April 08 Trip – Day 8

Day 08
Thursday, April 10, 2008
Flagstaff, AZ to Socorro, NM
432 miles

In a way, the snow encounter in Utah, while unwelcome at the time, actually simplified and removed some potential stress from my trip.

From the first days of planning, I’d looked skeptically at the road options between Moab, UT and the Texas border. The good roads were in the mountains and it was still very early in the season. The safer roads, on the plains of NM, were likely to be fraught with hair-raising gusts of wind. These worries were now moot.

I had two days to get to the STN Region 2 Meet. The base (interstate) route between Flagstaff, AZ and Alpine, TX is about 800 miles. I always figure that adding interesting roads will add at least another 100 miles.
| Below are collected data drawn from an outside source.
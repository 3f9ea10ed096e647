import { expect, test } from "vitest";
import { temporaryDatabase } from "../testing/temporary-database";
import { keepAnalyses } from "./analysis.commands";
import { pruneAnalyses } from "./prune-analyses";

test("pruning removes the oldest results first, until what is left fits", async () => {
  const { db, close } = await temporaryDatabase();
  try {
    // Each result is 12 bytes of JSON: ten characters in quotes.
    for (let day = 1; day <= 5; day++) {
      const at = new Date(`2026-03-0${day}T00:00:00.000Z`);
      await keepAnalyses(db, "v1", [{ hash: `h${day}`, kind: "rate", result: "0123456789" }], at);
    }
    expect(await pruneAnalyses(db, 30)).toBe(3);
    const left = await db.selectFrom("analysis").select("hash").orderBy("hash").execute();
    expect(left.map((row) => row.hash)).toEqual(["h4", "h5"]);
    expect(await pruneAnalyses(db, 30)).toBe(0);
  } finally {
    await close();
  }
});
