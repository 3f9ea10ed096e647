import { describe, expect, it } from "vitest";
import type { GridChange } from "@/app/_ui/grid/grid-shape";
import { exampleRun, exampleSheet } from "@/tests/example-sheet";
import {
  adoptRows,
  applyStep,
  type Draft,
  draftFaults,
  emptyDraft,
  type KeptRowTexts,
  keepableRows,
  restoreCells,
  rowOrder,
  withoutKept,
  withoutRows,
} from "./draft-rows";
import { runGridView } from "./run-grid.view";
import { readCells } from "./run-row";

const sheet = exampleSheet({
  runs: [exampleRun(0, { A: 1e-3, B: 2e-3 }), exampleRun(1, { A: 1e-3, B: 4e-3 })],
});
const { rows, shape } = runGridView(sheet, {
  hash: "",
  rule: null,
  runs: [],
  law: { status: "no-law", missing: "", fit: null },
  checks: [],
});
const view: KeptRowTexts = { rows, faultsOf: (cells) => readCells(cells, null, shape).faults };

function edit(rowId: string | null, columnId: string, text: string, newRow = -1): GridChange {
  return { rowId, newRow, columnId, text };
}

function step(draft: Draft, ...changes: GridChange[]) {
  return applyStep(draft, { kind: "edit", changes, said: "" }, view);
}

describe("the draft of the run grid", () => {
  it("keeps an edited row at once", () => {
    const { draft, touched } = step(emptyDraft, edit("run-0", "c:B", "2.5"));
    expect(keepableRows(draft, touched, view)).toEqual([
      { key: "run-0", runId: "run-0", cells: { "c:B": "2.5" } },
    ]);
  });

  it("keeps a bad cell as typed, names it, and holds its row back", () => {
    const { draft, touched } = step(emptyDraft, edit("run-0", "c:B", "two"), edit("run-1", "c:B", "5"));
    expect(draft.texts["run-0"]?.["c:B"]).toBe("two");
    expect(draftFaults(draft, view)["run-0"]?.["c:B"]).toContain("is not read");
    expect(keepableRows(draft, touched, view).map(({ key }) => key)).toEqual(["run-1"]);
  });

  it("gives a new row the next label and opens another blank row", () => {
    const { draft, touched } = step(emptyDraft, edit("new-0", "c:A", "3"));
    expect(draft.texts["new-0"]).toEqual({ "c:A": "3", label: "R03" });
    expect(draft.newKeys).toEqual(["new-0", "new-1"]);
    expect(keepableRows(draft, touched, view)).toEqual([
      { key: "new-0", runId: null, cells: { "c:A": "3", label: "R03" } },
    ]);
  });

  it("turns the rows of a pasted block into new runs", () => {
    // The blank row is the last one shown; a block of three pasted into it adds two rows below.
    const { draft, touched } = step(
      emptyDraft,
      edit("new-0", "label", "R07"),
      edit("new-0", "c:A", "1"),
      edit(null, "label", "R08", 0),
      edit(null, "c:A", "2", 0),
      edit(null, "c:A", "3", 1),
    );
    expect(keepableRows(draft, touched, view).map(({ cells }) => cells.label)).toEqual(["R07", "R08", "R09"]);
    expect(draft.newKeys).toHaveLength(4);
  });

  it("refuses a label that another run has", () => {
    const { draft, touched } = step(emptyDraft, edit("run-1", "label", "R01"));
    expect(draftFaults(draft, view)["run-1"]?.label).toContain("Another run is called R01");
    expect(keepableRows(draft, touched, view)).toEqual([]);
  });

  it("takes a step back to the texts before it", () => {
    const first = step(emptyDraft, edit("run-0", "c:B", "two"));
    const second = step(first.draft, edit("run-0", "c:B", "three"));
    const back = restoreCells(second.draft, second.before);
    expect(back.texts["run-0"]?.["c:B"]).toBe("two");
    expect(restoreCells(back, first.before).texts["run-0"]).toEqual({});
  });

  it("leaves a blank new row alone, and drops rows that were kept", () => {
    const { draft } = step(emptyDraft, edit("new-0", "c:A", "3"));
    const left = withoutRows(draft, ["new-0"]);
    expect(left.newKeys).toEqual(["new-1"]);
    expect(left.texts).toEqual({});
    expect(draftFaults(left, view)).toEqual({});
  });
});

describe("a new row that is kept while the next cell is typed", () => {
  const typed = step(emptyDraft, edit("new-0", "label", "R03"), edit("new-0", "c:A", "1")).draft;
  const further = step(typed, edit("new-0", "c:A", "1,5"), edit("new-0", "c:B", "10")).draft;

  it("loses the cells that were kept, and none that was typed since", () => {
    const kept = typed.texts["new-0"] ?? {};
    expect(withoutKept(further, "new-0", kept).texts["new-0"]).toEqual({ "c:A": "1,5", "c:B": "10" });
    expect(withoutKept(typed, "new-0", kept)).toEqual(withoutRows(typed, ["new-0"]));
  });

  it("goes on as an edit of the run that it became", () => {
    const adopted = adoptRows(further, { "new-0": "run-9" });
    expect(adopted.newKeys).toEqual(["new-1"]);
    expect(adopted.texts).toEqual({ "run-9": { label: "R03", "c:A": "1,5", "c:B": "10" } });
  });

  it("stays in its place, also behind an earlier row that is not read", () => {
    const two = step(typed, edit("new-1", "label", "R04")).draft;
    const ids = { "new-1": "run-9" };
    const [first] = view.rows;
    if (first === undefined) throw new Error("the view has rows");
    const later = { ...view, rows: [...view.rows, { ...first, runId: "run-9" }] };
    expect(rowOrder(adoptRows(two, ids), later, ids)).toEqual([
      { key: "run-0", runId: "run-0" },
      { key: "run-1", runId: "run-1" },
      { key: "new-0", runId: null },
      { key: "new-1", runId: "run-9" },
      { key: "new-2", runId: null },
    ]);
  });
});
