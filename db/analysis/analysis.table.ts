import { z } from "zod";
import { moment } from "../column";

/** A computed result. `hash` covers its inputs and the core's version; the row may vanish at any time. */
export const analysisRow = z.object({
  hash: z.string(),
  kind: z.string(),
  core_version: z.string(),
  json: z.string(),
  bytes: z.number(),
  last_used_at: moment,
});

export type AnalysisTable = z.infer<typeof analysisRow>;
My days are further lengthened by stops for attractions along the way.

Sitting in my motel room with Mapsource running on my laptop, I decided that the only thing to do was shortcut Arizona on I40 (after all, I had just ridden in the region a year ago) and try to make it to some new (to me) roads in NM.

Just cuz, I stopped for gas (and breakfast) in Winslow, AZ. It wasn’t much of a corner.

To break up the interstate dash, I took some time to ride through Petrified Forest National Park.

The ranger at the entrance station swiped my parks pass, and then told me to be sure and have my camera out for the first six miles. Riding away, I looked at my gloved hands and shrugged internally. Riiiiiiiight.

Instead of attempting to take pictures while moving (yeah, I know some riders do it) I stopped at several of the Painted Desert vista points to take in the view.

The park road commemorates it’s crossing of Rt 66 with a nice informational plaque and blatant photo op.

Having seen some geology and history, I was ready for the main attraction: petrified wood (yeah, I know it’s stone).

Jasper Forest was once filled with logs fallen away from the eroding cliffs that once encased them. Around the turn of the century (the 19th/20th one, that is) the valley was plundered and many of the logs were dragged away to be ground down for minerals or sold to tourists.

The park was created to protect the remaining logs, but in it’s early years, tourists often didn’t follow the rules against collecting rocks. I couldn’t help but think of all the times my parents hammered into us the rules against picking things up in National Parks.

Reaching Gallup, NM, I headed south on fairly straight state highways through a large indian reservation. The area appeared to be fairly depressed, so when I saw what appeared to be a bunch of junked trucks spread out in the valley ahead of me, I didn’t give them much scrutiny…

…until ten miles later when I hadn’t yet passed them and they had slowly resolved into satellite dishes. The gravel paving in the turnout couldn’t stop me from pulling over to read about the VLA (Very Large Array).

About an hour later I reached I25 and decided that I’d had it for the day. I found an inexpensive motel on the strip in Socorro, NM.